Supplied data section start
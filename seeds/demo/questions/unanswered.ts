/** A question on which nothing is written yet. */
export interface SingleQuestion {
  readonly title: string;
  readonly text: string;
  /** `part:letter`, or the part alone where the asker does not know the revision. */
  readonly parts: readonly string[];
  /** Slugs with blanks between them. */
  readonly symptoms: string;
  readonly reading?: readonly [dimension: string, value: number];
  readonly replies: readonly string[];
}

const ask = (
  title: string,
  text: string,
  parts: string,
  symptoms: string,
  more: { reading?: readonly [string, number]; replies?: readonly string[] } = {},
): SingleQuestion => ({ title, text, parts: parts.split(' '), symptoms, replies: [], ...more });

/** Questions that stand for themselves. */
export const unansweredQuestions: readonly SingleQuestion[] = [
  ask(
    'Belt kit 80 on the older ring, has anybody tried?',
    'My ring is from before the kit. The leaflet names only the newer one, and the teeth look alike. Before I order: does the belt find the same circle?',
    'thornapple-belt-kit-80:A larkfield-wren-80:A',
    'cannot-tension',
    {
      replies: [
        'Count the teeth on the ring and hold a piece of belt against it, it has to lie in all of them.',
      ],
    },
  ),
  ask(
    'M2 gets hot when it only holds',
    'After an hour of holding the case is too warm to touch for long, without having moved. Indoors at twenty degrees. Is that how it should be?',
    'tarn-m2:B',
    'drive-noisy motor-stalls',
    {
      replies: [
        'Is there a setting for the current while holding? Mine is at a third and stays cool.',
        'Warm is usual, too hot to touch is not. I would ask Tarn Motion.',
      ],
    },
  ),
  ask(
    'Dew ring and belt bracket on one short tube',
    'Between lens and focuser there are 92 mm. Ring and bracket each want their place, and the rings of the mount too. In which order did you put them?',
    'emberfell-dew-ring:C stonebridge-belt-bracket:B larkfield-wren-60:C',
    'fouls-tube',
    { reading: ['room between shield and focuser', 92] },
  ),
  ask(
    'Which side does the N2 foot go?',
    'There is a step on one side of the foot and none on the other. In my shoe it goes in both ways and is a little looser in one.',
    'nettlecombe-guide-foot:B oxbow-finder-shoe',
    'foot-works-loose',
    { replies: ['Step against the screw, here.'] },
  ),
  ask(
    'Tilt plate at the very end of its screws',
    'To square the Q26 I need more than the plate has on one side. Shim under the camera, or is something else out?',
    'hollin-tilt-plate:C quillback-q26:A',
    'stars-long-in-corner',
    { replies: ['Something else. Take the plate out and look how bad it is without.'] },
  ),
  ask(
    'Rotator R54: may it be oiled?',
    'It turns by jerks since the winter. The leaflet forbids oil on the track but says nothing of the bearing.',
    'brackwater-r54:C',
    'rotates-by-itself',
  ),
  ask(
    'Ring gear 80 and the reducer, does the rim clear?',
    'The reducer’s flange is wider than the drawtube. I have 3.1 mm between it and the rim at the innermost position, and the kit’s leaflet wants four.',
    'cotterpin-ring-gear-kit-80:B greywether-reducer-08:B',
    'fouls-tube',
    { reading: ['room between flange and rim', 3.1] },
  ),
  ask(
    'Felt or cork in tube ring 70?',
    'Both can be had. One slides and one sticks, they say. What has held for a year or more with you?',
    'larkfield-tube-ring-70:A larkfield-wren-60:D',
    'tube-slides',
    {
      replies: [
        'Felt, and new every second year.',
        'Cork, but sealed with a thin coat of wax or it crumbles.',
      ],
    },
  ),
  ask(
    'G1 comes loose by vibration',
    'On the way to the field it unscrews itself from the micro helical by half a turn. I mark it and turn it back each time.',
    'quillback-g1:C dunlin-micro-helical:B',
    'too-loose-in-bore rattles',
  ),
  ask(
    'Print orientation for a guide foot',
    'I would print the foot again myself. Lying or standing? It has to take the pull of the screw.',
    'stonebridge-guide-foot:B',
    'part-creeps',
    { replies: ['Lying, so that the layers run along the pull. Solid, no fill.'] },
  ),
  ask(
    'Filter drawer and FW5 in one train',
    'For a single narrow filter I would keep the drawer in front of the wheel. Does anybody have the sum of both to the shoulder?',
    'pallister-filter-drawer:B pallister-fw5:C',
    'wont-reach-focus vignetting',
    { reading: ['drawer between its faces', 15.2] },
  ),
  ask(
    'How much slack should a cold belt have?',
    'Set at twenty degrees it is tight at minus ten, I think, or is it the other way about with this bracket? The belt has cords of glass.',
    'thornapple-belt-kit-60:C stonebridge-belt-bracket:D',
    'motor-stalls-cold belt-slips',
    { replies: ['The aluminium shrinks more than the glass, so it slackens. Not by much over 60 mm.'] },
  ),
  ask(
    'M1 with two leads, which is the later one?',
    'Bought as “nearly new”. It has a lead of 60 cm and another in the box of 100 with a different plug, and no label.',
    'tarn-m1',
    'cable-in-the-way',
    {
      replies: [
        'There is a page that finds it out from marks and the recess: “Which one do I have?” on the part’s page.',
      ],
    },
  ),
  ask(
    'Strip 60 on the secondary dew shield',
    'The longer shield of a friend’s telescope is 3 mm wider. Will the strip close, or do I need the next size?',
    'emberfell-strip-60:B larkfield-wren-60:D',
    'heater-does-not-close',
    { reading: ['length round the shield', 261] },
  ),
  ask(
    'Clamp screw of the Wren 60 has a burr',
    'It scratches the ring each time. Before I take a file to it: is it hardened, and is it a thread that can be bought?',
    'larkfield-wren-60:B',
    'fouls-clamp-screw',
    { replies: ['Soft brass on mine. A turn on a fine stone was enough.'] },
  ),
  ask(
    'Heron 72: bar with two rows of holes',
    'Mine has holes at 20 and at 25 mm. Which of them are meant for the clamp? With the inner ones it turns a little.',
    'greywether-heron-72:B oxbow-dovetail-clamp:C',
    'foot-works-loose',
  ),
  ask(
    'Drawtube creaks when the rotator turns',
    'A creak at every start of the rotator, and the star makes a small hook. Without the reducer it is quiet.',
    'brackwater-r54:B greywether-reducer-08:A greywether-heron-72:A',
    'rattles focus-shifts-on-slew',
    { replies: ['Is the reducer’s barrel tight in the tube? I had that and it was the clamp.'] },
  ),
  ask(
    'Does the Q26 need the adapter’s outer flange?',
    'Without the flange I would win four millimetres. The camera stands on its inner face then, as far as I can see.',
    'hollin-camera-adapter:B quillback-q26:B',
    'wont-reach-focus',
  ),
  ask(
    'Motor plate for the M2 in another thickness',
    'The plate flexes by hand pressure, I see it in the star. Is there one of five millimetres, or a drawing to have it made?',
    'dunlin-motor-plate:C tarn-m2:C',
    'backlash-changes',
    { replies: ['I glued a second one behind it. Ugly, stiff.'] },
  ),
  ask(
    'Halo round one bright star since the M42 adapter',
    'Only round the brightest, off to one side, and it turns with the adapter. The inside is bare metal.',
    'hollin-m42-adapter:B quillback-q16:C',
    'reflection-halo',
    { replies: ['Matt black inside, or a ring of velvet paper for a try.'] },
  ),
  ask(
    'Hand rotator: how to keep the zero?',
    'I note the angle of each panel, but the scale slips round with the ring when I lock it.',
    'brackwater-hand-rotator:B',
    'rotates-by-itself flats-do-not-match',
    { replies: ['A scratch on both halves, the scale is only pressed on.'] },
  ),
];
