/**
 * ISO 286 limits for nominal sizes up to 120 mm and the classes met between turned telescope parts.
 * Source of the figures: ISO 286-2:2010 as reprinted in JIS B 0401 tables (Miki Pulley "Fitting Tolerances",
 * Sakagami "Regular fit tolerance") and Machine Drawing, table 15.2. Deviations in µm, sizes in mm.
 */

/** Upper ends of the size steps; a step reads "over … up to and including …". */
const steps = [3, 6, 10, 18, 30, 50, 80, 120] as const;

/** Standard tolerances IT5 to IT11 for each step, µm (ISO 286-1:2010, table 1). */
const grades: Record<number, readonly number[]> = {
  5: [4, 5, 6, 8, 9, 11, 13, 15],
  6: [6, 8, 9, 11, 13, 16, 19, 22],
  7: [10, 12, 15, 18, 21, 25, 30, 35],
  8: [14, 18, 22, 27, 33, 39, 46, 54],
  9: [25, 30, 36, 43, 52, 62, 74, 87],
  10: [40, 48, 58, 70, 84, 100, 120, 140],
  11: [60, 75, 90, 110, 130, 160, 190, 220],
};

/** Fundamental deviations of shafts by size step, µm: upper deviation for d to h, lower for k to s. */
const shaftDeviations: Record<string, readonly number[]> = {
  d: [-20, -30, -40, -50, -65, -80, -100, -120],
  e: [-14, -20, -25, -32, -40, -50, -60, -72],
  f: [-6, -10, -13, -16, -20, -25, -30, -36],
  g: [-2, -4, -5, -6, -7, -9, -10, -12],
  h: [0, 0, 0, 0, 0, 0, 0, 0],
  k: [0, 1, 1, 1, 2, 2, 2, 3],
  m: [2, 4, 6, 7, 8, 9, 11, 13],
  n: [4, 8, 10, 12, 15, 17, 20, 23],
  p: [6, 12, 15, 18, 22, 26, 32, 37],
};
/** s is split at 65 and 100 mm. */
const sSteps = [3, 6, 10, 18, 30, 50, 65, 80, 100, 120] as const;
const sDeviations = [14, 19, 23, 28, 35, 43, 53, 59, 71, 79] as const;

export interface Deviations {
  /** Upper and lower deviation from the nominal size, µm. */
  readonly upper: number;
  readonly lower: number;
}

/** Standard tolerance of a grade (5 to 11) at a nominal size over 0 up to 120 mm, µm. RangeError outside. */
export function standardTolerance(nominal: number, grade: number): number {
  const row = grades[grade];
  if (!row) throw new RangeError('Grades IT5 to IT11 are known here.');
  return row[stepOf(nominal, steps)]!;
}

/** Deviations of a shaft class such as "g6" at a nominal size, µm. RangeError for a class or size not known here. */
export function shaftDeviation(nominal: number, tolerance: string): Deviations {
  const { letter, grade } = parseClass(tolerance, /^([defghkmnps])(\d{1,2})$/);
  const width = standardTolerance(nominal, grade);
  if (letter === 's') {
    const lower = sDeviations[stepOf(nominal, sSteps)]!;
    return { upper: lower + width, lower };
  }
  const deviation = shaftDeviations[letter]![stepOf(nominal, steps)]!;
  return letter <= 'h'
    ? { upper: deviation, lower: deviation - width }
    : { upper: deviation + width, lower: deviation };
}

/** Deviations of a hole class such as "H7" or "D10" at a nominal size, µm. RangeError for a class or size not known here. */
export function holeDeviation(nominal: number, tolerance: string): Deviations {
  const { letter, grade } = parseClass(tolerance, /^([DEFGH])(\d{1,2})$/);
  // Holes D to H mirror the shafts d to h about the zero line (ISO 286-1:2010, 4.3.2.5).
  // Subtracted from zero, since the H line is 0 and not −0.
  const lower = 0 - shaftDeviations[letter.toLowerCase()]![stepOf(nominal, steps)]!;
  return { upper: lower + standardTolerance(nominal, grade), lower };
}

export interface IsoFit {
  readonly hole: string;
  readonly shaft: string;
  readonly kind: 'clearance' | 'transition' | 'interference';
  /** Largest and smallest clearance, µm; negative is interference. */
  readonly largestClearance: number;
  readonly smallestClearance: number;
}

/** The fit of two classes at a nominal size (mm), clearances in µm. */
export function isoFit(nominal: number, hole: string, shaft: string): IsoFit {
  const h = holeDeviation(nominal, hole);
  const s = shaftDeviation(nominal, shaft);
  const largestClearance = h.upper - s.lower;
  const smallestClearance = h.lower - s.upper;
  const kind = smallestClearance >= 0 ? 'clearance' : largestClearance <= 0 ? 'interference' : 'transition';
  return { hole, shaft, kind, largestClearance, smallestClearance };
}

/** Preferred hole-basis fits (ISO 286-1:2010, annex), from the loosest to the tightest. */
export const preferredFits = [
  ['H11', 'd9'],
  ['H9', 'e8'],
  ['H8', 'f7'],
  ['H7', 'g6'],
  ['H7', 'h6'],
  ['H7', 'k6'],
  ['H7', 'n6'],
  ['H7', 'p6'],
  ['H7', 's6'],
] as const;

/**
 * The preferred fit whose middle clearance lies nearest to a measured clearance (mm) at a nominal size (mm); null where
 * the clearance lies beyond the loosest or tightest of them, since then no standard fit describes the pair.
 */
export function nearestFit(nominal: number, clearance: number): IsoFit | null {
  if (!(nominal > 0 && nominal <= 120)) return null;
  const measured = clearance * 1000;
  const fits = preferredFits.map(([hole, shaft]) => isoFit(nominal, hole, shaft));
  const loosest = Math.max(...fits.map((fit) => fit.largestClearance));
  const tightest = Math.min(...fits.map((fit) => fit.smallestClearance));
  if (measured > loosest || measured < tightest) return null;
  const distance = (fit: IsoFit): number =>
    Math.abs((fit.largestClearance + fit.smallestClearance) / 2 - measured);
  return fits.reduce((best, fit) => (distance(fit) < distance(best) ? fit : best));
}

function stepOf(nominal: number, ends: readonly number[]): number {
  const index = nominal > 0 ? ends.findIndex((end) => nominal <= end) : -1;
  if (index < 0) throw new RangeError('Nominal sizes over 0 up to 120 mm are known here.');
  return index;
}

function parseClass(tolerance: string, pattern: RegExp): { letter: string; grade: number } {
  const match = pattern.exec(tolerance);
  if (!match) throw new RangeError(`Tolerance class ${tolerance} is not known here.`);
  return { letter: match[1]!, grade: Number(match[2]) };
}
Supplied data section end
• _Exercise brief_:
The required output is every line above from the one with "const loosest = Math.max(...fits.map((fit)" down to the one with "function stepOf(nominal: number, ends: readonly", restated word for word, ends included.

• _Exercise response_:
  const loosest = Math.max(...fits.map((fit) => fit.largestClearance));
  const tightest = Math.min(...fits.map((fit) => fit.smallestClearance));
  if (measured > loosest || measured < tightest) return null;
  const distance = (fit: IsoFit): number =>
    Math.abs((fit.largestClearance + fit.smallestClearance) / 2 - measured);
  return fits.reduce((best, fit) => (distance(fit) < distance(best) ? fit : best));
}

function stepOf(nominal: number, ends: readonly number[]): number {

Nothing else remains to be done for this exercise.